Sui film italiani di guerra dei primi anni Cinquanta

Doris Dowling e Jacques Sernas in una scena del film Cuori sul mare – Fonte: Wikipedia

La pervasività del tema della guerra recente in scenari narrativi in linea di principio distanti da esso non può che risaltare ulteriormente se paragonata alla relativa afasia del genere che invece dovrebbe essere deputato ad accoglierlo. I film di argomento bellico, in particolare quelli relativi alla Seconda guerra mondiale, realizzati nel nostro Paese prima de La grande guerra sono unanimemente considerati tra i lavori più allineati con le direttive restauratrici del potere italiano dell’epoca e già all’epoca della loro uscita erano considerati lavori di propaganda dagli stessi autori 154. Per la storiografia più recente sono opere che nei fatti evitano il discorso sulle responsabilità collettive, sull’eredità del fascismo e sui disastri della guerra, limitandosi a mostrare esempi isolati e non problematici di eroismo e abnegazione. Tornando al lessico di Pierre Sorlin, potremmo dire che quei film costruiscono un visibile estremamente ridotto e selettivo degli eventi che pure nominalmente mostrano.

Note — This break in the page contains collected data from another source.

//! Sine-triangle modulation: the switch-node average relation, the amplitude
//! modulation index at each DC operating point (ideal, and at rated load through the
//! filter), the frequency modulation index, the operating region, the lowest DC
//! voltage for linear modulation with headroom, and the modulator reference peak.
//!
//! Averaged over a switching period, a half-bridge leg with duty D gives
//! v_o = (D - 1/2) V_dc; a full-bridge with legs at D and 1 - D gives v_o = (2D - 1) V_dc.
//! With D = 1/2 + (m_a / 2) sin(ω1 t) the fundamental peak is m_a V_dc / 2 (half-bridge)
//! or m_a V_dc (full-bridge) while m_a <= 1 (N. Mohan, T. Undeland, W. Robbins, Power
//! Electronics, 3rd ed., section 8-3; from memory).

use super::limit_quantity;
use super::limit_source;
use crate::record::{Design, Topology};
use crate::sheet::{Relation, Sheet, Source};
use crate::units::{format_number, Unit};
use std::f64::consts::PI;

/// The DC operating points: id suffix, label, and the id of the DC voltage.
pub const DC_POINTS: [(&str, &str, &str); 3] = [
    ("min", "DC minimum", "dc.v_min"),
    ("nominal", "DC nominal", "dc.v_nominal"),
    ("max", "DC maximum", "dc.v_max"),
];

/// Operating region of sine-triangle PWM for a required modulation index.
pub fn region(m_a: f64) -> &'static str {
    if m_a <= 1.0 {
        "linear"
    } else if m_a < 4.0 / PI {
        "overmodulation"
    } else if m_a <= 4.0 / PI + 1e-12 {
        "square-wave"
    } else {
        "unreachable"
    }
}

fn region_source() -> Source {
    Source::reference(
        "N. Mohan, T. Undeland, W. Robbins, Power Electronics, 3rd ed., section 8-3-1 (from memory)",
        "linear for m_a <= 1; overmodulation up to the square-wave fundamental 4/pi of the half DC voltage",
    )
}

pub fn evaluate(d: &Design, s: &mut Sheet) {
    let half = d.bridge.topology == Topology::HalfBridge;
    // Per-unit output of the bridge: V_dc / 2 for a half-bridge, V_dc for a full-bridge.
    let (base_factor, base_text) = if half { (0.5, " / 2") } else { (1.0, "") };

    let f_sw = s.value("bridge.f_sw");
    let f1 = s.value("output.f1");
    let m_f = s
        .derive(
            "modulation.m_f",
            "Frequency modulation index",
            "m_f",
            Unit::One,
        )
        .formula("f_\"sw\" / f_1")
        .inputs(&["bridge.f_sw", "output.f1"])
        .value(f_sw / f1);
    if m_f < 21.0 && (m_f.fract() != 0.0 || m_f as i64 % 2 == 0) {
        s.warn(
            "modulation.m_f",
            &format!(
                "m_f = {} is below 21 and not an odd integer: asynchronous PWM then makes subharmonics; keep the carrier synchronised with an odd integer m_f (common practice)",
                format_number(m_f, 4)
            ),
        );
    }

    let h = s.value("filter.gain_f1.rated");
    let v_pk = s.value("output.v_peak");
    let v_sw = s
        .derive(
            "modulation.v_sw_pk",
            "Switch-node fundamental needed at rated load (peak)",
            "V_(\"sw\",1)",
            Unit::Volt,
        )
        .formula("V_(o,\"pk\") / abs(H(j omega_1))_\"rated\"")
        .inputs(&["output.v_peak", "filter.gain_f1.rated"])
        .value(v_pk / h);

    let m_max = limit_quantity(
        s,
        "limits.max_modulation_index",
        "Maximum modulation index (regulation headroom)",
        "m_(a,\"max\")",
        &d.limits.max_modulation_index,
        Unit::One,
    );

    for (key, label, dc_id) in DC_POINTS {
        let v_dc = s.value(dc_id);
        let dc_sym = s.get(dc_id).map(|q| q.symbol.clone()).unwrap_or_default();
        s.derive(
            &format!("modulation.m_a_ideal.{key}"),
            &format!("Modulation index, ideal, {label}"),
            &format!("m_(a,\"id,{}\")", short(key)),
            Unit::One,
        )
        .formula(&format!("V_(o,\"pk\") / ({dc_sym}{base_text})"))
        .inputs(&["output.v_peak", dc_id])
        .value(v_pk / (v_dc * base_factor));
        let m_a = s
            .derive(
                &format!("modulation.m_a.{key}"),
                &format!("Modulation index at rated load, {label}"),
                &format!("m_(a,\"{}\")", short(key)),
                Unit::One,
            )
            .formula(&format!("V_(\"sw\",1) / ({dc_sym}{base_text})"))
            .inputs(&["modulation.v_sw_pk", dc_id])
            .value(v_sw / (v_dc * base_factor));
        let m_sym = format!("m_(a,\"{}\")", short(key));
        let class = region(m_a);
        s.derive(
            &format!("modulation.region.{key}"),
            &format!("Operating region, {label}"),
            &format!("\"region\"_\"{}\"", short(key)),
            Unit::One,
        )
        .formula(&format!("\"region\"({m_sym})"))
        .inputs(&[&format!("modulation.m_a.{key}")])
        .source(region_source())
        .class(class)
        .value(m_a);
        // Leg A of either bridge: D = 1/2 + (m_a / 2) sin(ω1 t); clipped at 1 past linear.
        let duty_formula = format!("min(1, 1 / 2 + {m_sym} / 2)");
        s.derive(
            &format!("modulation.duty_peak.{key}"),
            &format!("Peak leg duty cycle, {label}"),
            &format!("D_(\"pk\",\"{}\")", short(key)),
            Unit::One,
        )
        .formula(&duty_formula)
        .inputs(&[&format!("modulation.m_a.{key}")])
        .value(0.5 + m_a.min(1.0) / 2.0);
        if let Some(c) = &d.bridge.carrier_peak {
            if key == "min" {
                super::given(
                    s,
                    "bridge.carrier_peak",
                    "Carrier peak",
                    "V_(\"tri\",\"pk\")",
                    c,
                    Unit::Volt,
                );
            }
            s.derive(
                &format!("modulation.v_ref_pk.{key}"),
                &format!("Modulator reference peak, {label}"),
                &format!("V_(\"ref\",\"{}\")", short(key)),
                Unit::Volt,
            )
            .formula(&format!("{m_sym} V_(\"tri\",\"pk\")"))
            .inputs(&[&format!("modulation.m_a.{key}"), "bridge.carrier_peak"])
            .value(m_a * c.value);
        }
    }

    s.derive(
        "modulation.v_dc_min_linear",
        "Lowest DC voltage for linear modulation within the limit",
        "V_(\"dc,lin\")",
        Unit::Volt,
    )
    .formula(&if half {
        "2 V_(\"sw\",1) / m_(a,\"max\")".to_string()
    } else {
        "V_(\"sw\",1) / m_(a,\"max\")".to_string()
    })
    .inputs(&["modulation.v_sw_pk", "limits.max_modulation_index"])
    .value(v_sw / (base_factor * m_max));

    s.check(
        "check.modulation.headroom_dc_min",
        "Modulation stays linear with regulation headroom at DC minimum, rated load",
        "modulation.m_a.min",
        Relation::AtMost,
        m_max,
        limit_source(&d.limits.max_modulation_index),
    );
}

fn short(key: &str) -> &str {
    match key {
        "nominal" => "nom",
        other => other,
    }
}

#[cfg(test)]
mod tests {
    use super::*;

    #[test]
    fn regions_follow_the_published_boundaries() {
        // Linear up to m_a = 1, square wave at 4/pi (Mohan et al., 3rd ed., 8-3-1; from memory).
        assert_eq!(region(0.85), "linear");
        assert_eq!(region(1.0), "linear");
        assert_eq!(region(1.2), "overmodulation");
        assert_eq!(region(4.0 / PI), "square-wave");
        assert_eq!(region(1.5), "unreachable");
    }
}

Abbiamo già discusso il caso di Penne nere; ci limitiamo a ricordare che la collocazione temporale del film è inizialmente incerta: la voce over non specifica il momento di avvio della vicenda (prima o dopo la guerra?) e le figure stesse dei protagonisti che danno il titolo, gli alpini, sembrano suggerire una continuità umana e antropologica che trascende in qualche modo il corso degli eventi e le responsabilità sociali e collettive.
Ritroviamo questi elementi in un gruppo di altre pellicole, come Siluri umani (Antonio Leonviola e Carlo Lizzani 155, 1954), I Sette dell’Orsa Maggiore (Duilio Coletti, 1953), Carica eroica (1952), Mizar (1954) e Uomini ombra (1954) del veterano Francesco De Robertis (1954), La grande speranza (Duilio Coletti 1954).

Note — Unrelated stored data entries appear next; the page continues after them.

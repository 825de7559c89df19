//! Filter component stresses from the switching spectrum: the inverter-side inductor's
//! ripple current over the fundamental period (its envelope and maximum at each DC
//! point), its peak current, the capacitor's rms current (fundamental plus switching
//! lines) and the damping resistor's loss.
//!
//! The ripple is that of the inductor between the switch node and a sinusoidal
//! voltage (the capacitor voltage, or the grid source behind an L filter and the grid
//! inductance), assumption E6; it scales as V_dc / (L f_sw) by a factor k_n from the
//! exact PWM waveform ([`super::ripple`]).

use super::filter::filter_of;
use super::grid_filter::grid_filter_of;
use super::modulation::short;
use super::operating_point::load_cases;
use super::ripple;
use super::switching::{self, phase_factor, PointSpectrum};
use crate::record::{Design, FilterKind, Topology};
use crate::sheet::{Relation, Sheet, Source};
use crate::units::Unit;

/// The inductance that carries the ripple, its id list and its symbol.
fn ripple_inductance(d: &Design, s: &Sheet) -> (f64, Vec<&'static str>, &'static str) {
    match (d.output.grid(), d.filter.kind) {
        (true, FilterKind::L) => (
            s.value("filter.inductance") + s.value("grid.inductance"),
            vec!["filter.inductance", "grid.inductance"],
            "(L + L_g)",
        ),
        (true, _) => (
            s.value("filter.inductance"),
            vec!["filter.inductance"],
            "L_1",
        ),
        (false, _) => (s.value("filter.inductance"), vec!["filter.inductance"], "L"),
    }
}

fn envelope_source() -> Source {
    Source::common_practice(
        "ripple of the exact PWM waveform integrated over each carrier period against a sinusoidal filter voltage (assumption E6)",
    )
}

pub fn evaluate(d: &Design, s: &mut Sheet, spectra: &[PointSpectrum]) {
    if spectra.is_empty() {
        return;
    }
    let (l, l_ids, l_sym) = ripple_inductance(d, s);
    let f_sw = s.value("bridge.f_sw");
    let mut worst = (-1.0, String::new());
    for p in spectra {
        let (pwm, rounded) = switching::periodic(&p.pwm);
        let env = match ripple::ripple_envelope(&pwm) {
            Ok(env) => env,
            Err(e) => {
                s.warn(
                    "ripple.i_pp_max",
                    &format!(
                        "the ripple current was not evaluated at the {}: {e}",
                        p.label
                    ),
                );
                continue;
            }
        };
        if rounded && p.key == "nominal" {
            s.warn(
                "modulation.m_f",
                &format!(
                    "the carrier does not repeat within {} fundamental periods; the ripple and the waveform plots use the nearest carrier ratio that does, m_f = {}",
                    crate::calc::spectrum::MAX_PERIODS,
                    crate::units::format_number(pwm.m_f, 6)
                ),
            );
        }
        let tag = short(p.key);
        let k_id = format!("ripple.k_n.{}", p.key);
        let m_id = format!("modulation.m_a.{}", p.key);
        let m_sym = s.symbol(&m_id);
        s.derive(
            &k_id,
            &format!("Normalised largest ripple, {}", p.label),
            &format!("k_(n,\"{tag}\")"),
            Unit::One,
        )
        .formula(&format!(
            "max_theta Delta i_\"pp\"(theta, {m_sym}) L f_\"sw\" / V_\"dc\""
        ))
        .inputs(&[&m_id])
        .source(envelope_source())
        .value(env.max);
        let dc_id = p.dc_id;
        let dc_sym = s.symbol(dc_id);
        let id = format!("ripple.i_pp_max.{}", p.key);
        let mut inputs = vec![k_id.as_str(), dc_id, "bridge.f_sw"];
        inputs.extend(l_ids.iter().copied());
        let i_pp = env.max * p.v_dc / (l * f_sw);
        s.derive(
            &id,
            &format!(
                "Largest inductor ripple current (peak-to-peak), {}",
                p.label
            ),
            &format!("Delta i_(\"pp\",\"{tag}\")"),
            Unit::Ampere,
        )
        .formula(&format!("k_(n,\"{tag}\") {dc_sym} / ({l_sym} f_\"sw\")"))
        .inputs(&inputs)
        .value(i_pp);
        if i_pp > worst.0 {
            worst = (i_pp, id);
        }
    }
    if worst.0 < 0.0 {
        return;
    }
    let (i_pp, worst_id) = worst;
    let worst_sym = s.symbol(&worst_id);
    s.derive(
        "ripple.i_pp_max",
        "Largest inductor ripple current over the DC window (peak-to-peak)",
        "Delta i_\"pp,max\"",
        Unit::Ampere,
    )
    .formula(&worst_sym)
    .inputs(&[&worst_id])
    .value(i_pp);
    let i_pk = s.value("output.i_peak");
    s.derive(
        "ripple.fraction",
        "Largest ripple as a fraction of rated peak current",
        "k_\"ripple\"",
        Unit::Percent,
    )
    .formula("Delta i_\"pp,max\" / I_(o,\"pk\")")
    .inputs(&["ripple.i_pp_max", "output.i_peak"])
    .value(i_pp / i_pk);
    let lim = super::limit_quantity(
        s,
        "limits.max_ripple_fraction",
        "Largest ripple, fraction of rated peak current",
        "k_(\"ripple\",\"max\")",
        &d.limits.max_ripple_fraction,
        Unit::Percent,
    );
    s.check(
        "check.filter.ripple",
        "The inductor ripple current stays within its share of the rated peak current over the DC window",
        "ripple.fraction",
        Relation::AtMost,
        lim,
        super::limit_source(&d.limits.max_ripple_fraction),
    );
    let i_l1 = s.value("filter.i_l_f1");
    s.derive(
        "filter.i_l_peak",
        "Inductor peak current, rated load, with ripple",
        "I_(L,\"pk\")",
        Unit::Ampere,
    )
    .formula("sqrt(2) I_(L,1) + (Delta i_\"pp,max\") / 2")
    .inputs(&["filter.i_l_f1", "ripple.i_pp_max"])
    .value(2f64.sqrt() * i_l1 + i_pp / 2.0);

    capacitor(d, s, spectra);
}

/// Capacitor rms current at rated load/current at the DC point with the largest
/// switching content, and the damping resistor's loss.
fn capacitor(d: &Design, s: &mut Sheet, spectra: &[PointSpectrum]) {
    if s.get("filter.capacitance").is_none() {
        return;
    }
    let f1 = s.value("output.f1");
    let k = phase_factor(d);
    // Switching part of the capacitor current (rms) at each DC point.
    let switching: Vec<f64> = spectra
        .iter()
        .map(|p| {
            let sum: f64 = p
                .lines
                .iter()
                .filter(|l| (l.order - 1.0).abs() > 1e-9)
                .map(|l| {
                    let v = k * l.amplitude * p.scale();
                    let y = if d.output.grid() {
                        grid_filter_of(s).admittances(l.order * f1).capacitor.norm()
                    } else {
                        let lc = filter_of(s);
                        let rated = load_cases(s)[2];
                        let w = 2.0 * std::f64::consts::PI * l.order * f1;
                        lc.response(&rated, l.order * f1).norm() * w * lc.c
                    };
                    (y * v).powi(2) / 2.0
                })
                .sum();
            sum.sqrt()
        })
        .collect();
    let (wi, i_sw) = switching
        .iter()
        .copied()
        .enumerate()
        .fold((0, -1.0), |a, (i, v)| if v > a.1 { (i, v) } else { a });
    let p = &spectra[wi];
    s.derive(
        "filter.i_c_switching",
        &format!("Capacitor current, switching lines (rms), {}", p.label),
        "I_(C,\"sw\")",
        Unit::Ampere,
    )
    .formula("sqrt(sum_(h != 1) (abs(underline(Y)_C (j h omega_1)) V_(\"sw\",h))^2 / 2)")
    .inputs(&[])
    .source(Source::common_practice(
        "each switch-node line through the filter's capacitor admittance at rated load, added in rms",
    ))
    .value(i_sw);
    let i_c1 = s.value("filter.i_c_f1");
    let i_c = s
        .derive(
            "filter.i_c_rms",
            "Capacitor current (rms), fundamental and switching",
            "I_(C,\"rms\")",
            Unit::Ampere,
        )
        .formula("sqrt(I_(C,1)^2 + I_(C,\"sw\")^2)")
        .inputs(&["filter.i_c_f1", "filter.i_c_switching"])
        .value(i_c1.hypot(i_sw));
    if let Some(r) = s.get("filter.damping_resistance").map(|q| q.value) {
        if r > 0.0 {
            let (n, formula) = if d.bridge.topology == Topology::ThreePhase {
                (3.0, "3 R_d I_(C,\"rms\")^2")
            } else {
                (1.0, "R_d I_(C,\"rms\")^2")
            };
            s.derive(
                "filter.p_damping",
                "Damping resistor loss, all phases",
                "P_(R_d)",
                Unit::Watt,
            )
            .formula(formula)
            .inputs(&["filter.damping_resistance", "filter.i_c_rms"])
            .value(n * r * i_c * i_c);
        }
    }
}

Tutti questi film mostrano alcuni debiti con il combat hollywoodiano 156: l’enfasi narrativa su un piccolo gruppo d’azione, la prevalenza di personaggi maschili 157, il compimento di un’impresa apparentemente disperata, l’etica del sacrificio individuale.
I personaggi sono invariabilmente lontani dai luoghi in cui la Storia si decide (la prevalente ambientazione marina pare indicativa) e le loro vicende, marginali e periferiche, non possono evidentemente rappresentare alcunché in termini storici.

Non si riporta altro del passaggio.